* _DESCRIPTION OF THE TASK_
Repeat the data exactly, with every line included.

* _PROVIDED DATA_
★ ★ ★ ★ ★
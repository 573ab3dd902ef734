import { OUTSIDE } from './parentOptions';
import type { SortedPedigree } from './sortedPedigree';
import type { Places } from './sweep';

/**
 * Places for the breeding nodes that later families still need, as families pass in order. A place is given up after the
 * last family that names its node and taken by a younger one, so a long pedigree needs no more room than its widest moment.
 */
export function frontierOf(sorted: SortedPedigree): Places {
  const retiring = retiringAfter(sorted);
  const placeOf = new Int32Array(sorted.nodes).fill(OUTSIDE);
  const free: number[] = [];
  let size = 0;
  for (let family = 0; family < sorted.families; family += 1) {
    for (let node = sorted.firstNode[family] ?? 0; node < (sorted.firstNode[family + 1] ?? 0); node += 1) {
      if (sorted.isLeaf[node] === 1) continue;
      placeOf[node] = free.pop() ?? size;
      size = Math.max(size, (placeOf[node] ?? 0) + 1);
    }
    for (const node of retiring(family)) free.push(placeOf[node] ?? 0);
  }
  return { size, placeOf };
}

/** Nodes by the last family that names them as a parent. */
function retiringAfter(sorted: SortedPedigree): (family: number) => Int32Array {
  const { parents } = sorted;
  const last = new Int32Array(sorted.nodes).fill(OUTSIDE);
  for (let family = 0; family < sorted.families; family += 1) {
    for (let at = parents.start[family] ?? 0; at < (parents.start[family + 1] ?? 0); at += 1) {
      last[parents.node[at] ?? 0] = family;
    }
  }
  const start = new Int32Array(sorted.families + 1);
  for (const family of last) if (family !== OUTSIDE) start[family + 1] = (start[family + 1] ?? 0) + 1;
  for (let family = 1; family < start.length; family += 1)
    start[family] = (start[family] ?? 0) + (start[family - 1] ?? 0);
  const next = start.slice();
  const listed = new Int32Array(start[sorted.families] ?? 0);
  last.forEach((family, node) => {
    if (family === OUTSIDE) return;
    listed[next[family] ?? 0] = node;
    next[family] = (next[family] ?? 0) + 1;
  });
  return (family) => listed.subarray(start[family], start[family + 1]);
}
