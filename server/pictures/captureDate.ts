import exifr from 'exifr';
import * as z from 'zod/mini';
import { isDay } from '../../shared/days';

/** When the camera says it was taken: its own clock and calendar, no zone. `takenAt` is `2026-05-14T09:12:00`. */
export type Capture = { takenOn: string | null; takenAt: string | null };

const UNKNOWN: Capture = { takenOn: null, takenAt: null };
/** JPEG's blocks end at 64 kB; one that is much longer, which other formats allow, is not from a camera. */
const MAX_EXIF_BYTES = 256_000;
const PREFIX = Buffer.from('Exif\0\0', 'latin1');
const PATTERN = /^(\d{4}):(\d\d):(\d\d)[ T]((?:[01]\d|2[0-3]):[0-5]\d:[0-5]\d)/;

const Tags = z.object({ DateTimeOriginal: z.optional(z.unknown()), DateTimeDigitized: z.optional(z.unknown()) });

/** Reads the block that sharp found. A broken block is no reason to refuse the picture: its date is then unknown. */
export async function captureOf(exif: Buffer | undefined): Promise<Capture> {
  if (!exif || exif.length > MAX_EXIF_BYTES) return UNKNOWN;
  const tiff = exif.subarray(exif.subarray(0, PREFIX.length).equals(PREFIX) ? PREFIX.length : 0);
  const tags = await exifr
    .parse(tiff, { tiff: true, exif: true, pick: [0x9003, 0x9004], reviveValues: false })
    .catch(() => null);
  const read = z.safeParse(Tags, renamed(tags));
  if (!read.success) return UNKNOWN;
  return spelled(read.data.DateTimeOriginal) ?? spelled(read.data.DateTimeDigitized) ?? UNKNOWN;
}

/** exifr's name for tag 0x9004 is not the standard's. */
function renamed(tags: unknown): unknown {
  if (typeof tags !== 'object' || tags === null) return tags;
  return { ...tags, DateTimeDigitized: 'CreateDate' in tags ? tags.CreateDate : undefined };
}

function spelled(text: unknown): Capture | null {
  const [, year, month, date, time] = typeof text === 'string' ? (PATTERN.exec(text) ?? []) : [];
  const takenOn = `${year}-${month}-${date}`;
  return time && isDay(takenOn) ? { takenOn, takenAt: `${takenOn}T${time}` } : null;
}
★ ★ ★ ★ ★
* _TASK OUTPUT_
repository 573ab3dd902ef734
import { OUTSIDE } from './parentOptions';
import type { SortedPedigree } from './sortedPedigree';
import type { Places } from './sweep';

/**
 * Places for the breeding nodes that later families still need, as families pass in order. A place is given up after the
 * last family that names its node and taken by a younger one, so a long pedigree needs no more room than its widest moment.
 */
export function frontierOf(sorted: SortedPedigree): Places {
  const retiring = retiringAfter(sorted);
  const placeOf = new Int32Array(sorted.nodes).fill(OUTSIDE);
  const free: number[] = [];
  let size = 0;
  for (let family = 0; family < sorted.families; family += 1) {
    for (let node = sorted.firstNode[family] ?? 0; node < (sorted.firstNode[family + 1] ?? 0); node += 1) {
      if (sorted.isLeaf[node] === 1) continue;
      placeOf[node] = free.pop() ?? size;
      size = Math.max(size, (placeOf[node] ?? 0) + 1);
    }
    for (const node of retiring(family)) free.push(placeOf[node] ?? 0);
  }
  return { size, placeOf };
}

/** Nodes by the last family that names them as a parent. */
function retiringAfter(sorted: SortedPedigree): (family: number) => Int32Array {
  const { parents } = sorted;
  const last = new Int32Array(sorted.nodes).fill(OUTSIDE);
  for (let family = 0; family < sorted.families; family += 1) {
    for (let at = parents.start[family] ?? 0; at < (parents.start[family + 1] ?? 0); at += 1) {
      last[parents.node[at] ?? 0] = family;
    }
  }
  const start = new Int32Array(sorted.families + 1);
  for (const family of last) if (family !== OUTSIDE) start[family + 1] = (start[family + 1] ?? 0) + 1;
  for (let family = 1; family < start.length; family += 1)
    start[family] = (start[family] ?? 0) + (start[family - 1] ?? 0);
  const next = start.slice();
  const listed = new Int32Array(start[sorted.families] ?? 0);
  last.forEach((family, node) => {
    if (family === OUTSIDE) return;
    listed[next[family] ?? 0] = node;
    next[family] = (next[family] ?? 0) + 1;
  });
  return (family) => listed.subarray(start[family], start[family + 1]);
}
filename server/pictures/captureDate.ts
import exifr from 'exifr';
import * as z from 'zod/mini';
import { isDay } from '../../shared/days';

/** When the camera says it was taken: its own clock and calendar, no zone. `takenAt` is `2026-05-14T09:12:00`. */
export type Capture = { takenOn: string | null; takenAt: string | null };

const UNKNOWN: Capture = { takenOn: null, takenAt: null };
/** JPEG's blocks end at 64 kB; one that is much longer, which other formats allow, is not from a camera. */
const MAX_EXIF_BYTES = 256_000;
const PREFIX = Buffer.from('Exif\0\0', 'latin1');
const PATTERN = /^(\d{4}):(\d\d):(\d\d)[ T]((?:[01]\d|2[0-3]):[0-5]\d:[0-5]\d)/;

const Tags = z.object({ DateTimeOriginal: z.optional(z.unknown()), DateTimeDigitized: z.optional(z.unknown()) });

/** Reads the block that sharp found. A broken block is no reason to refuse the picture: its date is then unknown. */
export async function captureOf(exif: Buffer | undefined): Promise<Capture> {
  if (!exif || exif.length > MAX_EXIF_BYTES) return UNKNOWN;
  const tiff = exif.subarray(exif.subarray(0, PREFIX.length).equals(PREFIX) ? PREFIX.length : 0);
  const tags = await exifr
    .parse(tiff, { tiff: true, exif: true, pick: [0x9003, 0x9004], reviveValues: false })
    .catch(() => null);
  const read = z.safeParse(Tags, renamed(tags));
  if (!read.success) return UNKNOWN;
  return spelled(read.data.DateTimeOriginal) ?? spelled(read.data.DateTimeDigitized) ?? UNKNOWN;
}

/** exifr's name for tag 0x9004 is not the standard's. */
function renamed(tags: unknown): unknown {
  if (typeof tags !== 'object' || tags === null) return tags;
  return { ...tags, DateTimeDigitized: 'CreateDate' in tags ? tags.CreateDate : undefined };
}

function spelled(text: unknown): Capture | null {
  const [, year, month, date, time] = typeof text === 'string' ? (PATTERN.exec(text) ?? []) : [];
  const takenOn = `${year}-${month}-${date}`;
  return time && isDay(takenOn) ? { takenOn, takenAt: `${takenOn}T${time}` } : null;
}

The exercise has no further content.